What you should do
Your answer should consist of every line from the records that holds the string "letters".

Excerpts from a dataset

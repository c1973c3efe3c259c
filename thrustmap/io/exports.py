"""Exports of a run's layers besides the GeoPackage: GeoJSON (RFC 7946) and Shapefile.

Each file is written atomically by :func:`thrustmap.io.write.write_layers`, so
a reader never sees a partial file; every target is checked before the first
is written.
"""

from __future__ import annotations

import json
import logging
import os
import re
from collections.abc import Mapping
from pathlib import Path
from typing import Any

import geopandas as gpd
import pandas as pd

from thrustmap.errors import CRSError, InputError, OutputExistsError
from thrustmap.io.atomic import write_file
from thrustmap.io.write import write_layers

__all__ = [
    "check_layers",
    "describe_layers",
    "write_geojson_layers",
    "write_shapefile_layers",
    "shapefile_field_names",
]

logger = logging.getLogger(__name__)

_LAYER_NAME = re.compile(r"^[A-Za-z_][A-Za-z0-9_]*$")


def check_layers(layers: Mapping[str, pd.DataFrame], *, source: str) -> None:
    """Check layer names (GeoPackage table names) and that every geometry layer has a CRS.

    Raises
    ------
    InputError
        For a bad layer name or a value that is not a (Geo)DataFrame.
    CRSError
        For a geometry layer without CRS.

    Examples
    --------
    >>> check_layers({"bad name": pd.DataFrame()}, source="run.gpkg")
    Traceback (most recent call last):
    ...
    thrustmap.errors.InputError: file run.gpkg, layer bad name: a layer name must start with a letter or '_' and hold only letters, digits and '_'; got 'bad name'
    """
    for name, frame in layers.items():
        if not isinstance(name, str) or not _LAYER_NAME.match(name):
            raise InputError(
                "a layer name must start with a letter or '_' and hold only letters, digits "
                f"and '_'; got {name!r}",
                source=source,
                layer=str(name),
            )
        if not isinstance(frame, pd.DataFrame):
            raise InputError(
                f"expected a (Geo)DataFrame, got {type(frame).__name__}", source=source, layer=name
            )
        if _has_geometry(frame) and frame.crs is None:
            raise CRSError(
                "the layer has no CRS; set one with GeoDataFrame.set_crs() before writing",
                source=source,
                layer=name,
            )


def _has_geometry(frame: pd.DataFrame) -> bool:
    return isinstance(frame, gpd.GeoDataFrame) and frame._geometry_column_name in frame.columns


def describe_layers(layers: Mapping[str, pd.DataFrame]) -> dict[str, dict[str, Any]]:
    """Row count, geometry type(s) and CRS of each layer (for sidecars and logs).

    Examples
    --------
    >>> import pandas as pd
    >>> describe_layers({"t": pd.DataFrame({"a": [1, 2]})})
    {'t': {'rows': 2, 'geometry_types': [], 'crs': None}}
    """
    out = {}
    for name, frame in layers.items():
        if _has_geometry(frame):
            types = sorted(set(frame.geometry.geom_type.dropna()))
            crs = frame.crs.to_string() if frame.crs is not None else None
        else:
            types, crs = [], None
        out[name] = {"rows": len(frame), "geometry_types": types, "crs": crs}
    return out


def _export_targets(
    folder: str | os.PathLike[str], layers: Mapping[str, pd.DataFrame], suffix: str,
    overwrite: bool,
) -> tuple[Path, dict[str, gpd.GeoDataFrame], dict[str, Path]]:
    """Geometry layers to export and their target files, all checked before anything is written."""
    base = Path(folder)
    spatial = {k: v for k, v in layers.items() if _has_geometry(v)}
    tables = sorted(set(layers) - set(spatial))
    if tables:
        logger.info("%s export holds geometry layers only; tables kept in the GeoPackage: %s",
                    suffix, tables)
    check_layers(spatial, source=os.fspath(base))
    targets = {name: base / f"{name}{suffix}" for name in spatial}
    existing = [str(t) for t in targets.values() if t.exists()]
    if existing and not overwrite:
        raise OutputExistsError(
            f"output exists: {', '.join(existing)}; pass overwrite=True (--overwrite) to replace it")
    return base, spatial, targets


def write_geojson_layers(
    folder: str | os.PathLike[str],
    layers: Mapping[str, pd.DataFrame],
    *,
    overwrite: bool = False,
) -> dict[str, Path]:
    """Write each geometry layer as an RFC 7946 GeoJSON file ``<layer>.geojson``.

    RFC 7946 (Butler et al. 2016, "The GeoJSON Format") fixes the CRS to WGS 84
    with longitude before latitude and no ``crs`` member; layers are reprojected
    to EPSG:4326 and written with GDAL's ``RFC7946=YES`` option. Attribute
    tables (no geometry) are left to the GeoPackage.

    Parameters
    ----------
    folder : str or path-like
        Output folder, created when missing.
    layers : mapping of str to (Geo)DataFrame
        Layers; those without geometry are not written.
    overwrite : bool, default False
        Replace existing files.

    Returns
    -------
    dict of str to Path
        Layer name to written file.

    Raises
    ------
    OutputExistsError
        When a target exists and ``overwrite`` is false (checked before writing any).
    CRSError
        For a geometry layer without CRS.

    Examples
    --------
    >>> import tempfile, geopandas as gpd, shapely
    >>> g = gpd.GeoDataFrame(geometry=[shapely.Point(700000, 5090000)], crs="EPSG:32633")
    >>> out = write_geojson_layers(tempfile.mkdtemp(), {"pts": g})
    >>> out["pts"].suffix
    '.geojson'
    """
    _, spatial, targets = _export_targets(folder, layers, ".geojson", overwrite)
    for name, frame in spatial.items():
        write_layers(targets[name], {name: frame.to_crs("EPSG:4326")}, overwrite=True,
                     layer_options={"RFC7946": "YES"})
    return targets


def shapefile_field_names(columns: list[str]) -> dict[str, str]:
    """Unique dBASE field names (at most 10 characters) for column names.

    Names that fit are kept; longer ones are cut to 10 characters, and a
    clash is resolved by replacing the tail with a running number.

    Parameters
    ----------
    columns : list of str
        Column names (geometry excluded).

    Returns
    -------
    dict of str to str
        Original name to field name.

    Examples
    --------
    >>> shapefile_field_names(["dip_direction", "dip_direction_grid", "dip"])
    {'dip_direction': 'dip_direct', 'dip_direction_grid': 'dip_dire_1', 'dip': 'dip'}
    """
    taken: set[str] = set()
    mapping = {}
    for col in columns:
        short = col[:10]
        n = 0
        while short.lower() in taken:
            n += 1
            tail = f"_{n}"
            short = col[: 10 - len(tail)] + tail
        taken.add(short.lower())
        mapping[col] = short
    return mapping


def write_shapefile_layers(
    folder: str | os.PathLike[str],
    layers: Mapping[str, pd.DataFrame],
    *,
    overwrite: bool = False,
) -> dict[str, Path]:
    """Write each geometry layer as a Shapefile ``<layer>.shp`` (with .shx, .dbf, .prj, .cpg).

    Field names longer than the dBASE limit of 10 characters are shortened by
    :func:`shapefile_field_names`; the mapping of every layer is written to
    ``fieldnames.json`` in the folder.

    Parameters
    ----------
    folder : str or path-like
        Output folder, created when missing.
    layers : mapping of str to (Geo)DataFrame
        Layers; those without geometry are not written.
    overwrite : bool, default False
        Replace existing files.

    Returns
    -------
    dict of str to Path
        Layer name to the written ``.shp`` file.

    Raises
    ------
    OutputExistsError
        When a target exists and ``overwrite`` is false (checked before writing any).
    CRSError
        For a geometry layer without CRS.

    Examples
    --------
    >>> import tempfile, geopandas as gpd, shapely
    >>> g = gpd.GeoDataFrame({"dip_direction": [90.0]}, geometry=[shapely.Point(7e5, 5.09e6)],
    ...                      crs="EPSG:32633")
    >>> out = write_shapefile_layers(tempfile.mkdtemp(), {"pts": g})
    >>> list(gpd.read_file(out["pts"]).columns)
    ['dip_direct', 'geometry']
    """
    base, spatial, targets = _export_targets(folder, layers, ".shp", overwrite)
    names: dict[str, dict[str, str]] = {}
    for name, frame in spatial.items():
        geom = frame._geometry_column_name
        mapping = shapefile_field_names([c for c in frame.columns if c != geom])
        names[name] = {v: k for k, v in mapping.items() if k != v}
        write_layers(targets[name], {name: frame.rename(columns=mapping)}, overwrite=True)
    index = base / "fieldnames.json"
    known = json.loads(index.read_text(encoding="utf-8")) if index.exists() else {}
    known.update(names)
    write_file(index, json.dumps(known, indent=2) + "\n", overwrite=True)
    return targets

Solution for this problem
    thrustmap.errors.InputError: file run.gpkg, layer bad name: a layer name must start with a letter or '_' and hold only letters, digits and '_'; got 'bad name'
                "a layer name must start with a letter or '_' and hold only letters, digits "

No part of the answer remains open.